Berikut adalah rincian dampak negatif penyalahgunaan narkoba bagi remaja:
Dampak Fisik dan Kesehatan
- Kerusakan organ tubuh: Memicu gangguan pada jantung, paru-paru, ginjal, dan pencernaan.
- Dehidrasi dan penurunan fungsi tubuh: Menyebabkan kekurangan cairan parah, gangguan elektrolit, hingga risiko kematian akibat overdosis.

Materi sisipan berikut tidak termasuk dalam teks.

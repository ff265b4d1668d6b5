"""The intake: coverage over time, and everything that was assumed, converted and dropped."""

from __future__ import annotations

import numpy as np
import pandas as pd

from soffit.intake import Severity
from soffit.present.spec import (
    Axis,
    AxisScale,
    Column,
    Exhibit,
    FigureSpec,
    Line,
    Mark,
    NumberForm,
    Role,
    TableSpec,
)
from soffit.present.wording.intake import intake_finding
from soffit.present.wording.numbers import plural
from soffit.present.wording.sample import span_phrase
from soffit.study import Study

__all__ = ["coverage_figure", "exhibit"]

# More rows than this do not fit a page: the figure then counts the series over time.
_MOST_ROWS = 40


def exhibit(study: Study) -> Exhibit:
    """Build the intake exhibit."""
    return Exhibit(
        key="intake",
        title="What came in",
        sample=_line(study),
        finding=intake_finding(study),
        figures=(coverage_figure(study),),
        tables=(_entries(study), _rows(study), _coverage(study)),
        notes=tuple(entry.message for entry in study.record.warnings),
    )


def _line(study: Study) -> str:
    panel = study.panel
    return (
        f"{span_phrase(study)} · {len(panel.dates):,} {panel.frequency.noun}s · "
        f"{plural(panel.assets.shape[1], 'asset')} · {plural(panel.factors.shape[1], 'traded factor')} · "
        f"fingerprint {panel.fingerprint[:12]}"
    )


def coverage_figure(study: Study) -> FigureSpec:
    """Draw which series has values when: one row a series, or their number over time."""
    panel = study.panel
    frame = pd.concat([panel.assets, panel.factors], axis=1)
    dates = panel.dates.to_numpy()
    there = frame.notna().to_numpy()
    if frame.shape[1] > _MOST_ROWS:
        return _count_figure(study, dates, there)
    names = tuple(str(name) for name in reversed(frame.columns))
    height = {name: float(place) for place, name in enumerate(names)}
    marks: list[Mark] = []
    for column, name in enumerate(frame.columns):
        role = Role.ESTIMATE if column < panel.assets.shape[1] else Role.FACTORS
        at = np.where(there[:, column], height[str(name)], np.nan)
        marks.append(Line(f"series-{column}", dates, at, role))
    short = int((~there).any(axis=0).sum())
    return FigureSpec(
        key="intake-coverage",
        title="Coverage over time",
        x=Axis("", NumberForm.DATE, scale=AxisScale.DATE),
        y=Axis("", NumberForm.TEXT, scale=AxisScale.CATEGORY, categories=names),
        marks=tuple(marks),
        alt=f"Dates with values for {plural(len(names), 'series', 'series')}; {short} lack values on some dates.",
        footnote=f"{_line(study)}.",
        aspect=1.3,
    )


def _count_figure(study: Study, dates: np.ndarray, there: np.ndarray) -> FigureSpec:
    count = there.sum(axis=1).astype(float)
    return FigureSpec(
        key="intake-coverage",
        title="Series with a value, by date",
        x=Axis("", NumberForm.DATE, scale=AxisScale.DATE),
        y=Axis("Series", NumberForm.COUNT, (0.0, float(count.max()) * 1.05)),
        marks=(Line("count", dates, count, Role.ESTIMATE),),
        alt=f"Number of series with a value, from {int(count.min()):,} to {int(count.max()):,}.",
        footnote=f"{_line(study)}.",
    )


def _entries(study: Study) -> TableSpec:
    order = {str(Severity.WARNING): 0, str(Severity.REPAIRED): 1, str(Severity.NOTE): 2}
    table = study.record.table
    table = table.sort_values("severity", key=lambda column: column.map(order), kind="stable")
    frame = table.set_index("severity")
    return TableSpec(
        key="intake-record",
        title="Intake record",
        columns=(
            Column("kind", "About", NumberForm.TEXT),
            Column("source", "Source", NumberForm.TEXT),
            Column("rows", "Rows or values", NumberForm.COUNT),
            Column("message", "What was seen and done", NumberForm.TEXT),
        ),
        frame=frame,
        index_heading="Weight",
        footnote=f"{_line(study)}.",
    )


def _rows(study: Study) -> TableSpec:
    rows = study.record.rows
    frame = pd.concat([rows, rows.sum().to_frame("all sources").T])
    return TableSpec(
        key="intake-rows",
        title="Rows read and used",
        columns=tuple(
            Column(key, heading, NumberForm.COUNT)
            for key, heading in [
                ("in", "Read"),
                ("used", "Used"),
                ("dropped", "Dropped"),
                ("merged", "Merged"),
            ]
        ),
        frame=frame,
        index_heading="Source",
        footnote="Rows read are rows used, dropped and merged.",
    )


def _coverage(study: Study) -> TableSpec:
    return TableSpec(
        key="intake-series",
        title="Series",
        columns=(
            Column("role", "Role", NumberForm.TEXT),
            Column("unit", "Unit as read", NumberForm.TEXT),
            Column("first", "First", NumberForm.DATE),
            Column("last", "Last", NumberForm.DATE),
            Column("count", "Values", NumberForm.COUNT),
            Column("gaps", "Gaps", NumberForm.COUNT),
            Column("source", "Source", NumberForm.TEXT),
        ),
        frame=study.record.coverage,
        index_heading="Series",
        footnote=f"{_line(study)}.",
    )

- Kerusakan sel otak: Menghambat perkembangan otak remaja yang masih dalam masa pertumbuhan, menurunkan daya ingat, dan memicu kerusakan saraf permanen.
Dampak Mental dan Psikologis
- Gangguan emosi: Menyebabkan perubahan perilaku drastis seperti mudah marah, cemas berlebihan, dan depresi.
- Penurunan fungsi kognitif: Mengurangi kemampuan konsentrasi, daya pikir, dan kontrol diri sehingga remaja bertindak lebih impulsif.
- Psikosis dan halusinasi: Memicu gangguan jiwa berat, rasa paranoia, atau hilangnya kesadaran penuh.
Dampak Sosial dan Pendidikan
- Penurunan prestasi akademik: Merusak fokus belajar yang berujung pada penurunan nilai sekolah atau bahkan putus sekolah.
- Kerusakan hubungan sosial: Merusak hubungan dengan keluarga, teman sebaya, serta memicu isolasi diri.
- Tindakan kriminal: Meningkatkan potensi keterlibatan dalam perbuatan melanggar hukum demi mendapatkan barang haram tersebut.
Pelaksanaan hari rabu tanggal 15 juli 2026 di gor balai desa ciporos, Pembicara pak camat karangpucung, danramil karangpucung dan kapolsek karangpucung di hadiri oleh kepala desa ciporos dan perangkatnya , BPD,Ketua RT RW se desa Ciporos , dan karang turan desa ciporos.